4. Have a positive attitude
Because to achieve this you must do your part . In emotional management there is a component that, on many occasions, we overlook: it is the will. In order to master emotions we must do our part and we must have a positive attitude because it is not always easy to master emotions.
5. Leave on time
But obviously positive attitude is only one part of emotional management . Emotions often occur because an external stimulus triggers them. If you intend to specialize in the art of emotional intelligence, you will realize that sometimes the best alternative is not to stay in the conflict zone and make the decision to withdraw in time. For example, if someone is provoking you. In these cases, turning around and leaving is an emotionally intelligent decision.
6. Learn to fit criticism
Maybe what’s making you feel bad is not knowing how to take criticism and being too aware of what others think of you. That is a bad choice, because emotional well-being comes from within yourself , from your own interpretation of the world. Learning how to deal with criticism is necessary to be an emotionally balanced person.
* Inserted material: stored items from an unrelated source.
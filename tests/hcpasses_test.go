package tests

import (
	"encoding/json"
	"fmt"
	"math"
	"math/rand/v2"
	"strings"
	"testing"

	"gonum.org/v1/gonum/floats/scalar"

	"priceiv/demand"
	"priceiv/demo"
	"priceiv/ivcore"
	"priceiv/supplyshifters"
)

// hcDemoDesign builds the demo market's suggested model
// (Truth.SuggestedModel) with heteroskedasticity-robust errors, as
// `priceiv estimate --demo --vcov hc1` does.
func hcDemoDesign(t *testing.T) *demand.Design {
	t.Helper()
	m, err := demo.Generate(demo.DefaultConfig())
	if err != nil {
		t.Fatal(err)
	}
	sm := m.Truth.SuggestedModel
	spec := &demand.Spec{Quantity: sm.Quantity, Price: sm.Price, Form: sm.Form, Controls: sm.Controls,
		Shifters: sm.Shifters, Cluster: sm.Cluster, Vcov: "hc1"}
	for _, fe := range sm.FixedEffects {
		spec.FE = append(spec.FE, strings.Join(fe, "*"))
	}
	d, err := demand.Build(m.Panel, spec, 0)
	if err != nil {
		t.Fatal(err)
	}
	return d
}

// TestHC1OnePass checks the design rule "HC1-type statistics in one
// extra pass at most" on the demo market: the fit with --vcov hc1, its
// first stage and every part of the shifter diagnostics (first-stage
// details, weak-instrument statistics, over-identification, the
// control-function endogeneity test on transformed moments,
// Anderson-Rubin, reduced form) make exactly one pass over the rows of
// the design's moments between them. Before the fourth-order moments
// were cached, the same run made five (fit, first stage, the diagnostics'
// shared pass, forming the transformed rows, the control-function fit).
func TestHC1OnePass(t *testing.T) {
	d := hcDemoDesign(t)
	if k := len(d.Moments.Names); k > 12 {
		t.Fatalf("the demo design has %d columns; the one-pass path covers up to 12", k)
	}
	if got := d.Moments.RowPasses(); got != 0 {
		t.Fatalf("%d passes over the rows before any HC1 statistic, want 0", got)
	}
	fit, fs, err := d.Fit()
	if err != nil {
		t.Fatal(err)
	}
	if fit.Vcov.Kind != ivcore.HC1 || len(fs) != 1 {
		t.Fatalf("fit with %v covariance and %d first stages, want hc1 and 1", fit.Vcov.Kind, len(fs))
	}
	if got := d.Moments.RowPasses(); got != 1 {
		t.Errorf("fit and first stage: %d passes over the rows, want 1", got)
	}
	dg, err := supplyshifters.Diagnose(d, fit, supplyshifters.Options{Level: d.Level})
	if err != nil {
		t.Fatal(err)
	}
	if dg.Endogeneity == nil || dg.WeakIV == nil || dg.Overid == nil || dg.AndersonRubin == nil || dg.ReducedForm == nil || len(dg.FirstStage) == 0 {
		t.Fatalf("diagnostics incomplete: %+v", dg)
	}
	if !strings.Contains(dg.Vcov, "HC1") {
		t.Errorf("diagnostics use %q, want the HC1 covariance", dg.Vcov)
	}
	if got := d.Moments.RowPasses(); got != 1 {
		t.Errorf("fit, first stage and diagnostics: %d passes over the rows, want 1", got)
	}
}

// TestHC1CachedMatchesRowPass checks that the statistics from the cached
// fourth-order moments equal those of a pass over the rows per statistic
// (property: both compute Σ_i s_i s_iᵀ; only the order of the sums
// differs, so they agree to rounding, 1e-10 relative). The rows path is
// reached by giving the same columns plus one more than the one-pass cap
// of 12 columns that no model uses. Compared are the fit's coefficients
// and covariance, the first stage's F and every number of the
// diagnostics computed from the moments.
func TestHC1CachedMatchesRowPass(t *testing.T) {
	d := hcDemoDesign(t)
	m := d.Moments
	k := len(m.Names)
	rng := rand.New(rand.NewPCG(6, 4))
	cols := append([][]float64(nil), m.Cols...)
	names := append([]string(nil), m.Names...)
	for j := k; j < 13; j++ {
		c := make([]float64, m.N)
		for i := range c {
			c[i] = rng.NormFloat64()
		}
		cols = append(cols, c)
		names = append(names, fmt.Sprintf("unused%d", j))
	}
	wide := ivcore.Accumulate(cols, names, nil, 0)
	wide.AbsorbedDoF, wide.Scale = m.AbsorbedDoF, append(append([]float64(nil), m.Scale...), make([]float64, 13-k)...)

	const tol = 1e-10
	fitA, err := ivcore.Estimate(m, d.Model, ivcore.TSLS, ivcore.HC1)
	if err != nil {
		t.Fatal(err)
	}
	fitB, err := ivcore.Estimate(wide, d.Model, ivcore.TSLS, ivcore.HC1)
	if err != nil {
		t.Fatal(err)
	}
	for i := range fitA.Coef {
		for j := range fitA.Coef {
			a, b := fitA.Cov.At(i, j), fitB.Cov.At(i, j)
			scale := math.Sqrt(fitA.Cov.At(i, i) * fitA.Cov.At(j, j))
			if math.Abs(a-b) > tol*scale {
				t.Errorf("covariance (%d,%d): cached %.17g, rows %.17g", i, j, a, b)
			}
		}
	}
	fsA, err := ivcore.FirstStages(m, d.Model, ivcore.HC1)
	if err != nil {
		t.Fatal(err)
	}
	fsB, err := ivcore.FirstStages(wide, d.Model, ivcore.HC1)
	if err != nil {
		t.Fatal(err)
	}
	if !scalar.EqualWithinRel(fsA[0].F.F, fsB[0].F.F, tol) {
		t.Errorf("first-stage F: cached %.17g, rows %.17g", fsA[0].F.F, fsB[0].F.F)
	}
	dgA, err := supplyshifters.DiagnoseModel(m, d.Model, ivcore.HC1, fitA, supplyshifters.Options{Level: d.Level})
	if err != nil {
		t.Fatal(err)
	}
	dgB, err := supplyshifters.DiagnoseModel(wide, d.Model, ivcore.HC1, fitB, supplyshifters.Options{Level: d.Level})
	if err != nil {
		t.Fatal(err)
	}
	var ja, jb any
	for _, x := range []struct {
		dg  *supplyshifters.Diagnostics
		dst *any
	}{{dgA, &ja}, {dgB, &jb}} {
		raw, err := json.Marshal(x.dg)
		if err != nil {
			t.Fatal(err)
		}
		if err := json.Unmarshal(raw, x.dst); err != nil {
			t.Fatal(err)
		}
	}
	nums := 0
	maxRel := 0.0
	var walk func(path string, a, b any)
	walk = func(path string, a, b any) {
		switch av := a.(type) {
		case map[string]any:
			bv, ok := b.(map[string]any)
			if !ok || len(av) != len(bv) {
				t.Errorf("%s: structure differs", path)
				return
			}
			for key, v := range av {
				walk(path+"."+key, v, bv[key])
			}
		case []any:
			bv, ok := b.([]any)
			if !ok || len(av) != len(bv) {
				t.Errorf("%s: structure differs", path)
				return
			}
			for i, v := range av {
				walk(fmt.Sprintf("%s[%d]", path, i), v, bv[i])
			}
		case float64:
			bv, ok := b.(float64)
			nums++
			if ok && av != 0 {
				maxRel = math.Max(maxRel, math.Abs(av-bv)/math.Abs(av))
			}
			if !ok || !scalar.EqualWithinAbsOrRel(av, bv, 1e-300, tol) {
				t.Errorf("%s: cached %v, rows %v", path, a, b)
			}
		}
	}
	walk("diagnostics", ja, jb)
	if nums < 50 {
		t.Errorf("only %d numbers compared", nums)
	}
	if m.RowPasses() != 1 {
		t.Errorf("cached path: %d passes over the rows, want 1", m.RowPasses())
	}
	t.Logf("%d numbers agree (largest relative difference %.2g); passes over the rows: cached %d, one per statistic %d", nums, maxRel, m.RowPasses(), wide.RowPasses())
	if wide.RowPasses() < 4 {
		t.Errorf("the wide moments made %d passes; each HC1 statistic should make its own", wide.RowPasses())
	}
}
7. Release tension with sport
If you want to be calmer you can release tension through physical exercise . In fact, practising sport is one of the healthiest alternatives not only on a physical level but also psychologically. Physical exercise helps you, for example, to reduce stress or to increase your self-esteem.
- If you want to know more about the benefits of physical activity, you can read our post: “The 10 psychological benefits of physical exercise”
8. Attend an emotional management workshop
One of the best ways to become an emotionally intelligent person is through training . There are many courses and workshops that will help you to manage your emotions. They are usually experiential workshops with many participatory dynamics, so emotional learning will be fun.
9. Practice active listening
If you want to better understand the emotions of others you can practice active listening . Many times we hear and don’t listen, because we are more aware of what we are going to say than what the other person is telling us with both verbal and non-verbal language. Active listening is listening in its entirety, since verbal language is approximately 30% of what we communicate. The rest is non-verbal language.
10. Practice Mindfulness
One of the most useful strategies to better manage emotions is Mindfulness. Mindfulness is actually a philosophy, but nowadays different techniques are used to put it into practice. Mindfulness is simple, as it only requires adopting a way of evaluating events, characterized, for example, by self-pity, attention to the present moment, or a non-judgmental mentality. However, even if it is simple, its practice requires will and effort, so it is not easy and needs to be worked on.